Le ressortissant indien Dhanjay Goondeeah, convoqué au Central CID pour interrogatoire, a été provisoirement inculpé de conspiracy pour l’usage de faux en vue d’obtenir un Residence Permit et un Occupational Permit du BOI. Il a été autorisé à rentrer chez lui sur parole hier. Il devait être présenté en cour de Port-Louis ce matin pour être fixé sur le montant de sa caution.
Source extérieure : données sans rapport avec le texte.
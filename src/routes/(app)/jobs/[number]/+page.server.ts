import { error, fail } from '@sveltejs/kit';
import { checkTransition } from '$lib/jobs/machine';
import { assignSchema, extraWorkSchema, transitionSchema } from '$lib/schemas/job';
import { echoValues, fieldErrors, formError } from '$lib/schemas/form';
import { requireRole } from '$lib/server/auth';
import { db } from '$lib/server/db';
import {
	addExtraWork,
	assignJob,
	getJobCard,
	listBays,
	listTechnicians
} from '$lib/server/job-cards';
import { stateHistory, transitionFacts, transitionJob } from '$lib/server/jobs';
import { listProcedures } from '$lib/server/procedures';
import type { Actions, PageServerLoad } from './$types';

function jobNumber(raw: string): number {
	const n = Number(raw);
	if (!/^\d{1,9}$/.test(raw) || !Number.isSafeInteger(n)) error(404, 'No such job card.');
	return n;
}

async function cardOr404(shopId: string, raw: string) {
	const card = await getJobCard(shopId, jobNumber(raw));
	if (!card) error(404, 'No such job card in this shop.');
	return card;
}

export const load: PageServerLoad = async ({ params }) => {
	const user = requireRole('service_writer', 'owner', 'foreman');
	const card = await cardOr404(user.shopId, params.number);
	const [history, facts, technicians, bays, procedures] = await Promise.all([
		stateHistory(user.shopId, card.job.id),
		transitionFacts(db, user.shopId, card.job.id),
		listTechnicians(user.shopId),
		listBays(user.shopId),
		listProcedures(user.shopId)
	]);
	const from = card.job.state;
	return {
		card,
		history,
		technicians,
		bays,
		procedures,
		canEdit: user.role !== 'foreman',
		actions: {
			hold: checkTransition(from, 'on_hold', facts, 'r').ok,
			cancel: checkTransition(from, 'cancelled', facts, 'r').ok,
			resumeTo: from === 'on_hold' && facts.heldFrom ? facts.heldFrom : null
		}
	};
};

export const actions = {
	state: async ({ request, params }) => {
		const user = requireRole('service_writer', 'owner');
		const card = await cardOr404(user.shopId, params.number);
		const form = await request.formData();
		const parsed = transitionSchema.safeParse(Object.fromEntries(form));
		if (!parsed.success) {
			return fail(400, {
				action: 'state',
				values: echoValues(form),
				errors: fieldErrors(parsed.error)
			});
		}
		// Hold, resume and cancel only: the other moves belong to the Bench, Floor and invoices.
		const { to, reason, expectedFrom } = parsed.data;
		const resume = card.job.state === 'on_hold' && to !== 'cancelled';
		if (!resume && to !== 'on_hold' && to !== 'cancelled') {
			return fail(400, {
				action: 'state',
				values: echoValues(form),
				errors: formError('That change is made elsewhere (Bench, Floor or the invoice).')
			});
		}
		const result = await transitionJob(user.shopId, card.job.id, to, {
			byUserId: user.id,
			reason,
			expectedFrom
		});
		if (!result.ok) {
			return fail(400, {
				action: 'state',
				values: echoValues(form),
				errors: formError(result.message, 'reason')
			});
		}
		return { action: 'state', done: 'State changed.' };
	},
	assign: async ({ request, params }) => {
		const user = requireRole('service_writer', 'owner');
		const card = await cardOr404(user.shopId, params.number);
		const form = await request.formData();
		const parsed = assignSchema.safeParse(Object.fromEntries(form));
		if (!parsed.success) {
			return fail(400, {
				action: 'assign',
				values: echoValues(form),
				errors: fieldErrors(parsed.error)
			});
		}
		const result = await assignJob(user.shopId, card.job.id, parsed.data);
		if (!result.ok) {
			return fail(400, {
				action: 'assign',
				values: echoValues(form),
				errors: formError(result.message, result.field)
			});
		}
		return { action: 'assign', done: 'Assignment saved.' };
	},
	extra: async ({ request, params }) => {
		const user = requireRole('service_writer', 'owner');
		const card = await cardOr404(user.shopId, params.number);
		const form = await request.formData();
		const parsed = extraWorkSchema.safeParse(Object.fromEntries(form));
		if (!parsed.success) {
			return fail(400, {
				action: 'extra',
				values: echoValues(form),
				errors: fieldErrors(parsed.error)
			});
		}
		const result = await addExtraWork(user.shopId, user.id, card.job.id, parsed.data);
		if (!result.ok) {
			return fail(400, {
				action: 'extra',
				values: echoValues(form),
				errors: formError(result.message)
			});
		}
		return { action: 'extra', done: 'Approval recorded and the procedure added to the job.' };
	}
} satisfies Actions;
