def test_random_complexes_cover_several_shapes():
    # Not a mathematical identity: the sample should reach every dimension 0..3 and
    # include complexes with a 1-cycle, so that the comparisons below are not vacuous.
    dims = {len(Complex.from_facets(f).f_vector) - 1 for f in CASES}
    assert dims == {0, 1, 2, 3}
    assert sum(inv.betti(Complex.from_facets(f), 1) > 0 for f in CASES) >= 10


@pytest.mark.parametrize("quantity", ALL)
def test_independent_backend_agrees_with_main_backend(both_backends, quantity):
    # Reference: the two backends share no code (python-flint vs. sympy with python
    # ground types and plain Python arithmetic); agreement on every entry is the check.
    main, independent = both_backends
    for number, (ours, theirs) in enumerate(zip(main, independent)):
        assert ours[quantity] == theirs[quantity], (
            f"{quantity} differs on random complex {number} with facets {CASES[number]}")


def test_green_entries_are_integers_and_sum_to_euler_characteristic(both_backends):
    # Unimodularity: det L = prod over simplices of (-1)^dim, so g = L^-1 is integral
    # (O. Knill, On Fredholm determinants in topology, arXiv:1612.08229, 2016); energy
    # theorem: the entries of g sum to chi (O. Knill, The energy of a simplicial complex,
    # Linear Algebra Appl. 600 (2020), arXiv:1907.03369).  Checked on the independent side.
    _, independent = both_backends
    for number, values in enumerate(independent):
        odd = sum(1 for s in values["simplices"] if len(s) % 2 == 0)
        assert values["det"] == (-1) ** odd, number
        assert all(type(e) is int for row in values["green"] for e in row), number
        assert sum(map(sum, values["green"])) == values["euler"], number


def test_signature_counts_even_and_odd_simplices(both_backends):
    # L has as many positive eigenvalues as even-dimensional simplices and as many
    # negative ones as odd-dimensional simplices (O. Knill, One can hear the Euler
    # characteristic of a simplicial complex, arXiv:1711.09527, 2017).
    _, independent = both_backends
    for number, values in enumerate(independent):
        f = values["f_vector"]
        assert values["signature"] == (sum(f[0::2]), sum(f[1::2]), 0), number


def test_inertia_agrees_with_descartes_rule_on_the_charpoly(both_backends):
    # Two exact routes to the inertia of a symmetric matrix: Sylvester's law of inertia
    # (congruence elimination) and Descartes' rule of signs, exact for real-rooted
    # polynomials (D. R. Curtiss, Ann. of Math. 19 (1918); details from memory).
    _, independent = both_backends
    for number, values in enumerate(independent):
        assert compute.descartes_signature(values["charpoly"]) == values["signature"], number


# ------------------------------------------------------------- (3) hand-checked cases
def test_single_edge_by_hand():
    # Order v1, v2, e.  L = [[1,0,1],[0,1,1],[1,1,1]] by definition; det L = -1 (one
    # odd-dimensional simplex; unimodularity theorem, O. Knill, arXiv:1612.08229, 2016);
    # the inverse below was multiplied out by hand (L g = I); its entries sum to
    # chi = 2 - 1 = 1 (energy theorem, O. Knill, The energy of a simplicial complex,
    # Linear Algebra Appl. 600 (2020), arXiv:1907.03369).  charpoly by hand: trace 3,
    # principal 2x2 minors 1 + 0 + 0, det -1, so x^3 - 3x^2 + x + 1.
    (values,) = recompute([{"facets": [[1, 2]], "compute": ALL}])
    assert values["simplices"] == [(1,), (2,), (1, 2)]
    assert values["connection"] == [[1, 0, 1], [0, 1, 1], [1, 1, 1]]
    assert values["det"] == -1
    assert values["green"] == [[0, -1, 1], [-1, 0, 1], [1, 1, -1]]
    assert sum(map(sum, values["green"])) == values["euler"] == 1
    assert values["charpoly"] == [1, 1, -3, 1]
    assert values["signature"] == (2, 1, 0)
    # Wu characteristic by enumeration: 3 diagonal pairs (+1 each) and 4 ordered
    # vertex-edge pairs (-1 each) give -1 (definition: O. Knill, arXiv:1803.06788, 2018).
    assert values["wu"] == -1
    assert values["betti"] == values["betti_mod_2"] == (1, 0)


def test_small_complexes_by_hand():
    # Homology of a point, circle, 2-sphere (boundary of the tetrahedron) and the real
    # projective plane on 6 vertices: H_1(RP^2; Z) = Z/2, H_2 = 0, so over Q the Betti
    # numbers are (1, 0, 0) and over Z/2 they are (1, 1, 1) by universal coefficients
    # (J. R. Munkres, Elements of Algebraic Topology, 1984, sections 6 and 53; from memory).
    # The 6-vertex RP^2 (hemi-icosahedron) facet list is written from memory; the test
    # checks it is a closed surface (every edge in exactly two triangles) with chi = 1.
    rp2 = [[1, 2, 3], [1, 3, 4], [1, 4, 5], [1, 5, 6], [1, 2, 6], [2, 3, 5], [2, 4, 5],
           [2, 4, 6], [3, 4, 6], [3, 5, 6]]
    edges = [sorted(e) for t in rp2 for e in ([t[0], t[1]], [t[0], t[2]], [t[1], t[2]])]
    assert all(edges.count(e) == 2 for e in edges) and len(edges) == 30
    names = ["f_vector", "euler", "wu", "betti", "betti_mod_2", "betti_mod_3", "signature"]
    point, circle, sphere, plane = recompute([
        {"facets": [[7]], "compute": names},
        {"facets": [[1, 2], [2, 3], [1, 3]], "compute": names},
        {"facets": [[1, 2, 3], [1, 2, 4], [1, 3, 4], [2, 3, 4]], "compute": names},
        {"facets": rp2, "compute": names},
    ])
    assert point == {"f_vector": (1,), "euler": 1, "wu": 1, "betti": (1,),
                     "betti_mod_2": (1,), "betti_mod_3": (1,), "signature": (1, 0, 0)}
    # circle: Wu by enumeration 3 + 3 + 6 - 12 = 0 (vertex pairs, edge self-pairs,
    # distinct edges all meeting, vertex-edge incidences both ways)
    assert circle["betti"] == circle["betti_mod_2"] == (1, 1)
    assert (circle["euler"], circle["wu"]) == (0, 0)
    assert sphere["f_vector"] == (4, 6, 4) and sphere["euler"] == 2
    assert sphere["betti"] == sphere["betti_mod_2"] == sphere["betti_mod_3"] == (1, 0, 1)
    assert plane["f_vector"] == (6, 15, 10) and plane["euler"] == 1
    assert plane["betti"] == plane["betti_mod_3"] == (1, 0, 0)
    assert plane["betti_mod_2"] == (1, 1, 1)
    # one can hear chi: (#even, #odd) simplices = (6 + 10, 15) (Knill, arXiv:1711.09527)
    assert plane["signature"] == (16, 15, 0)


def test_inertia_handles_zero_pivots():
    # Sylvester's law of inertia (G. H. Golub and C. F. Van Loan, Matrix Computations,
    # 4th ed., 2013, section 8.1; from memory).  Hand computations: [[0,1],[1,0]] has
    # eigenvalues +1 and -1; [[0,1,0],[1,0,0],[0,0,0]] adds a zero eigenvalue;
    # [[0,2,1],[2,0,1],[1,1,0]] has charpoly x^3 - 6x - 4 = (x + 2)(x^2 - 2x - 2), roots
    # -2 and 1 +- sqrt 3, so two negative and one positive; diag(1/2, -3) gives (1, 1, 0).
    assert compute.inertia([[0, 1], [1, 0]]) == (1, 1, 0)
    assert compute.inertia([[0, 1, 0], [1, 0, 0], [0, 0, 0]]) == (1, 1, 1)
    assert compute.inertia([[0, 2, 1], [2, 0, 1], [1, 1, 0]]) == (1, 2, 0)
    assert compute.inertia([[Fraction(1, 2), 0], [0, -3]]) == (1, 1, 0)
    assert compute.inertia([]) == (0, 0, 0)


def test_empty_complex():
    # The empty complex: no simplices, chi = 0, the 0x0 matrix has determinant 1 and
    # characteristic polynomial 1 (common convention, no source).
    (values,) = recompute([{"facets": [], "compute": ["det", "charpoly", "green", "betti",
                                                      "euler", "wu", "signature"]}])
    assert values == {"det": 1, "charpoly": [1], "green": [], "betti": (), "euler": 0,
                      "wu": 0, "signature": (0, 0, 0)}


def test_string_labels_are_sorted_like_the_main_backend():
    # Same (dim, lex) order over sorted labels as verifier.complex; strings sort
    # alphabetically, and integers come before strings when both occur (the project's
    # convention, no outside source).
    for facets in ([["b", "c"], ["a", "c"]], [["x", 2], [10, "x", 3]]):
        (values,) = recompute([{"facets": facets, "compute": ["simplices", "green"]}])
        K = Complex.from_facets(facets)
        assert values["simplices"] == [K.label_of(s) for s in K.simplices]
        assert values["green"] == inv.green(K).rows()


# ------------------------------------------------------------------ failure paths
@pytest.mark.parametrize("task, message", [
    ({"facets": [[1, True]], "compute": ["det"]},
     "task 0: facet 0 has label True; labels must be integers or strings"),
    ({"facets": [[1, 2]], "compute": ["gren"]},
     "task 0: unknown quantity 'gren'; valid names are simplices, f_vector, connection, "
     "green, det, charpoly, signature, betti, euler, wu and betti_mod_P for a prime P"),
    ({"facets": [[1, 2]], "compute": ["betti_mod_4"]},
     "task 0: 'betti_mod_4' needs a prime modulus, and 4 is not prime"),
    ({"facets": [[1, 2, 1]]}, "task 0: facet 0 repeats a vertex: [1, 2, 1]"),
    ({"facets": [[1]], "compute": [], "seed": 3},
     "task 0: unknown field 'seed'; valid fields are 'facets' and 'compute'"),
])
def test_bad_tasks_are_rejected_before_the_worker_starts(task, message):
    with pytest.raises(IndependentInputError) as caught:
        recompute([task])
    assert str(caught.value) == message


def test_worker_rejects_a_request_that_is_not_json():
    completed = _worker("{not json", {"SYMPY_GROUND_TYPES": "python"})
    assert completed.returncode == 2
    answer = json.loads(completed.stdout)
    assert answer["kind"] == "input"
    assert answer["error"].startswith("request is not valid JSON")


def test_worker_reports_bad_tasks_by_position():
    request = json.dumps({"tasks": [{"facets": [[1]], "compute": []},
                                    {"facets": "12", "compute": []}]})
    completed = _worker(request, {"SYMPY_GROUND_TYPES": "python"})
    assert completed.returncode == 2
    assert json.loads(completed.stdout)["error"] == \
        "task 1: 'facets' must be a list of lists of labels"


def test_timeout_becomes_an_independent_check_error():
    with pytest.raises(IndependentCheckError, match=r"exceeded 0\.001 s on a batch of 1 task"):
        recompute([{"facets": [[1, 2, 3]], "compute": ["det"]}], timeout=0.001)


def test_independent_values_travel_between_processes():
    # the evaluator runs heavy linear algebra in a forked child and pickles its result
    # back (verifier.claims.evaluate.stoppable); the independent backend's immutable
    # Matrix and Poly must survive that (common practice, no source)
    import pickle

    from verifier.independent.matrix import Matrix, Poly
    M = Matrix.from_rows([[1, 2], [3, 4]])
    assert pickle.loads(pickle.dumps(M)).rows() == M.rows()
    p = Poly([1, 0, -1])
    assert pickle.loads(pickle.dumps(p)).coeffs == p.coeffs
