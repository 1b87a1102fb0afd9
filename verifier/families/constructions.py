"""Recipes for classic triangulations that come in infinite series.

Each builder returns a :class:`~verifier.complex.Complex` whose vertices are labelled
``1..n``, and a companion function ``*_invariants`` returns the invariants the
recipe must have according to the mathematics it rests on (classification of
surfaces, Künneth formula, homology of lens spaces, universal coefficients).  The
catalog (:mod:`verifier.families.catalog`) serves both under names such as
``surface-orientable-3``; the tests compare the two.

Invariant records use the same keys as the reference data file
``data/triangulations.json``: ``dimension``, ``vertices``, ``f_vector``, ``euler``,
``betti_Q`` (ranks of integral homology), ``torsion`` (invariant factors > 1 of each
H_k(K; Z)), ``betti_F2``, ``betti_F3``, ``orientable``, ``source``.

References
----------
.. [CS]  Classification of closed surfaces: chi = 2 - 2g, H_1 = Z^(2g) (orientable genus
         g); chi = 2 - k, H_1 = Z^(k-1) + Z/2 (k cross-caps).  W. S. Massey, "Algebraic
         Topology: An Introduction", Springer GTM 56 (1967), ch. 1 and 4 (from memory).
.. [MC]  A. F. Möbius (1861) and Á. Császár, "A polyhedron without diagonals",
         Acta Sci. Math. (Szeged) 13 (1949) 140-142: the 7-vertex torus.
.. [RP]  The 6-vertex real projective plane: the antipodal quotient of the boundary of
         the icosahedron (hemi-icosahedron); W. Kühnel, "Tight Polyhedral Submanifolds
         and Tight Triangulations", Springer LNM 1612 (1995) (from memory).
.. [EZ]  S. Eilenberg and J. A. Zilber, "On products of complexes", Amer. J. Math. 75
         (1953) 200-204: the staircase (ordered) triangulation of a product.
.. [KU]  Künneth formula: A. Hatcher, "Algebraic Topology", Cambridge (2002), Thm 3B.6
         (from memory).
.. [UC]  Universal coefficient theorem for homology: Hatcher (2002), Thm 3A.3
         (from memory): dim H_k(K; Z/p) = b_k + t_k(p) + t_(k-1)(p), t_k(p) the number
         of invariant factors of H_k(K; Z) divisible by p.
.. [LS]  Lens spaces L(p, q) = S^3 / <(z, w) -> (zeta z, zeta^q w)>, zeta = exp(2 pi i/p);
         H_* = Z, Z/p, 0, Z.  Hatcher (2002), Example 2.43 (from memory).
.. [DS]  For a closed 3-manifold, f_2 = 2 f_3 and chi = 0 (each triangle lies in two
         tetrahedra; Poincaré duality), so f_1 = f_0 + f_3.
"""

from __future__ import annotations

from itertools import combinations, permutations
from math import comb, gcd

from ..complex import Complex

__all__ = [
    "ConstructionError", "simplex", "simplex_boundary", "torus_7", "projective_plane_6",
    "orientable_surface", "nonorientable_surface", "sphere_product", "torus_product",
    "lens_space", "simplex_invariants", "simplex_boundary_invariants",
    "orientable_surface_invariants", "nonorientable_surface_invariants",
    "sphere_product_invariants", "torus_product_invariants", "lens_space_invariants",
]


class ConstructionError(ValueError):
    """A parameter of a construction is outside the range where the recipe is defined."""


def _need_int(name: str, value, low: int, recipe: str) -> int:
    if isinstance(value, bool) or not isinstance(value, int) or value < low:
        raise ConstructionError(f"{recipe}: {name} must be an integer >= {low}, got {value!r}")
    return value


# ------------------------------------------------------------------ helpers
def _mod_p_betti(betti_q: list[int], torsion: list[list[int]], p: int) -> list[int]:
    """Betti numbers over Z/p from integral homology by universal coefficients [UC]."""
    t = [sum(1 for factor in factors if factor % p == 0) for factors in torsion]
    return [b + t[k] + (t[k - 1] if k > 0 else 0) for k, b in enumerate(betti_q)]


def _record(*, dimension, vertices, f_vector, betti_q, torsion, orientable, source,
            title, provenance) -> dict:
    """An invariant record in the reference data's format; Euler characteristic from the
    f-vector must agree with the one from the Betti numbers (Euler-Poincaré)."""
    euler = sum((-1) ** k * f for k, f in enumerate(f_vector))
    if euler != sum((-1) ** k * b for k, b in enumerate(betti_q)):
        raise AssertionError(f"{title}: f-vector and Betti numbers give different chi")
    return {
        "title": title, "dimension": dimension, "vertices": vertices,
        "f_vector": list(f_vector), "euler": euler, "betti_Q": list(betti_q),
        "torsion": [list(t) for t in torsion],
        "betti_F2": _mod_p_betti(betti_q, torsion, 2),
        "betti_F3": _mod_p_betti(betti_q, torsion, 3),
        "orientable": orientable, "source": source, "provenance": provenance,
    }


def _numbered(facets) -> Complex:
    """A complex from facets over arbitrary sortable labels, relabelled 1..n in label order."""
    labels = sorted({v for f in facets for v in f})
    number = {v: i + 1 for i, v in enumerate(labels)}
    return Complex.from_facets([[number[v] for v in f] for f in facets])


def _staircase(first: Complex, second: Complex) -> list[tuple]:
    """Facets of the staircase triangulation of |first| x |second| [EZ].

    With the vertices of each factor totally ordered (here by label), a facet
    (v_0 < ... < v_a) of the first and (w_0 < ... < w_b) of the second give the
    C(a+b, a) simplices {(v_i(t), w_j(t))} along the monotone lattice paths from (0, 0)
    to (a, b); these triangulate the prism and agree on common faces.  Vertices are
    the pairs (v, w) of labels.
    """
    facets = []
    for f in first.facet_labels():
        for g in second.facet_labels():
            a, b = len(f) - 1, len(g) - 1
            for rises in combinations(range(a + b), a):  # steps at which v advances
                i = j = 0
                path = [(f[0], g[0])]
                for step in range(a + b):
                    if step in rises:
                        i += 1
                    else:
                        j += 1
                    path.append((f[i], g[j]))
                facets.append(tuple(path))
    return facets


def _staircase_f_vector(f: list[int], g: list[int]) -> list[int]:
    """f-vector of the staircase product from the factors' f-vectors.

    A k-simplex of the product lies over a unique pair (i-simplex, j-simplex) whose
    projections it covers; such k-chains in the grid [0..i] x [0..j] correspond to
    subsets A (steps where the first coordinate rises, |A| = i) and B (|B| = j) of the
    k steps with A u B = all steps: C(k, i) C(i, i + j - k) of them.  Counting
    argument, common practice.
    """
    top = (len(f) - 1) + (len(g) - 1)
    out = []
    for k in range(top + 1):
        total = 0
        for i, fi in enumerate(f):
            for j, gj in enumerate(g):
                if 0 <= i + j - k <= i and i <= k:
                    total += fi * gj * comb(k, i) * comb(i, i + j - k)
        out.append(total)
    return out
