def bench_paper_scale():
    """Cases per second per core for each shipped claim (from a run of the library with
    the local engine), and the wall time projected for 10^6 and 10^8 cases on N workers
    (linear in cases, divided by workers: the runner's client is not the bottleneck up to
    the campaign's rate, see campaign-1e6)."""
    import tempfile

    from verifier.run.runner import RunOptions, run

    folder = Path(tempfile.mkdtemp(prefix="bench-scale-"))
    start = time.perf_counter()
    result = run([ROOT / "claims"], RunOptions(store=str(folder / "s.sqlite"), workers=2))
    wall = time.perf_counter() - start
    assert result.ok
    claims = {}
    for r in result.claims:
        per_core = r.cases / max(r.seconds, 1e-9)       # case-seconds are per-core time
        claims[r.claim.name] = {
            "cases": r.cases, "cases_per_s_per_core": round(per_core, 1),
            "projected_h": {f"{n:g} cases on {w} workers": round(n / (per_core * w) / 3600, 3)
                            for n in (1e6, 1e8) for w in (2, 16, 64, 256)}}
    return {"ours_s": wall, "baseline_s": wall, "claims": claims,
            "ours": "the shipped library, local engine, 2 workers",
            "baseline": "(none: ratio 1 by definition)"}


def refined_cycle(n: int) -> Complex:
    """The cycle C_n refined once: C_2n, with 2n vertices and 2n edges, 4n simplices."""
    return ops.refine(Complex.from_facets([[i, (i + 1) % n] for i in range(n)]))


def _mp_rational(q):
    import mpmath
    return mpmath.mpf(q.numerator) / q.denominator


def _mp_zeta_terms(enclosures):
    """[(log lambda, multiplicity)] in mpmath (current mp.prec) from the midpoints of our
    certified eigenvalue enclosures (all positive here), grouped by distinct eigenvalue."""
    import mpmath
    from collections import Counter
    middles = Counter((lo + hi) / 2 for lo, hi in enclosures)
    return [(mpmath.log(_mp_rational(q)), m) for q, m in middles.items()]


def _mp_zeta(terms, s):
    """zeta(s) = sum_lambda lambda^(-s) = sum m exp(-s log lambda), mpmath floating point."""
    import mpmath
    total = mpmath.mpc(0)
    for log_lambda, m in terms:
        total += m * mpmath.exp(-s * log_lambda)
    return total


def _evaluation_points(count):
    """Run count() once while recording where the certified code evaluates zeta: the
    midpoints (re, im), as Fractions, of the acb arguments of every evaluation (points and
    the balls covering whole pieces of the contour).  Returns (count's result, points)."""
    from verifier.exact import certified

    evaluate, points = certified._zeta_acb, []

    def recording(logs, s):
        points.append(s)
        return evaluate(logs, s)

    certified._zeta_acb = recording
    try:
        result = count()
    finally:
        certified._zeta_acb = evaluate
    middles = []
    for s in points:
        (a, b), (c, d) = certified._arb_interval(s.real), certified._arb_interval(s.imag)
        middles.append(((a + b) / 2, (c + d) / 2))
    return result, middles


def _eigen_small(n: int, bits: int):
    """Eigenvalues of L^2 on a small refined cycle: certified enclosures (exact charpoly,
    root isolation) against mpmath's symmetric eigensolver at the same precision."""
    import mpmath

    from verifier.exact import charpoly_of_square, eigenvalue_enclosures

    K = refined_cycle(n)
    L = inv.connection(K)
    ours_s, enclosures = best_of(1, lambda: eigenvalue_enclosures(
        charpoly_of_square(inv.connection(fresh(K))), bits))
    with mpmath.workprec(bits):
        A = mpmath.matrix((L @ L).rows())
        baseline_s, values = best_of(1, lambda: mpmath.eigsy(A, eigvals_only=True))
        values = sorted(values)
        deviation = max(abs(v - _mp_rational((lo + hi) / 2)) for v, (lo, hi) in
                        zip(values, enclosures))
    assert len(values) == len(enclosures) == len(K.simplices)
    assert deviation < mpmath.mpf(2) ** (-bits // 2), deviation
    return {"ours_s": ours_s, "baseline_s": baseline_s, "ratio": baseline_s / ours_s,
            "n": n, "size": len(K.simplices), "bits": bits,
            "max_deviation_float": float(deviation),
            "ours": "exact charpoly (Graeffe from L) + certified root isolation",
            "baseline": "mpmath.eigsy on L^2 (floating point, not certified)"}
Une objection to departure a été logée par la police contre lui.
Les faits communs entre le cas du couple français Tokuard, appréhendé et inculpé à la mi-juillet et celui du ressortissant indien Goondeeah sont les suivants :
• dans les deux dossiers distincts déposés au Passport and Immigration Office après vérification et traitement par les services administratifs du BOI, les trois garanties bancaires, soit deux de Rs 100 000 et une troisième de plus de Rs 1 million, sont des documents falsifiés, portant les mêmes numéros de comptes dans les deux mêmes banques commerciales du pays, confirmant qu’il y a un seul et unique réseau de fraudeurs qui sévit à ce niveau ;
• les deux demandeurs de permis maintiennent n’avoir jamais mis le pied au siège du BOI au No 1 Cathedral Square pour déposer leurs dossiers ; et
• les seuls documents authentifiés sont les photocopies de passeports, les extraits de naissance et les certificats médicaux des demandeurs.
Confronté aux garanties bancaires dans son dossier au Passport and Immigration Office hier lors de son interrogatoire en présence de son homme de loi, Me Alan Ganoo, l’Indien Goondeeah s’est dit étonné du montant de la troisième garantie de plus d’un million. Il a fait comprendre aux enquêteurs du Central CID qu’il ne possède nullement de tels dépôts en banque que ce soit à Maurice ou en Inde.
Du côté de la direction générale du BOI, l’on se refuse à faire des commentaires sur l’évolution de ce scandale. « Nous nous en tenons au communiqué officiel émis en fin de semaine dernière. Nous n’avons pas d’autres commentaires à faire à ce sujet », affirme un des responsables du BOI qui arrivait difficilement à cacher son irritation dans la conjoncture. L’enquête du Central CID, qui pourrait porter sur une trentaine de dossiers dans un premier temps, se poursuit.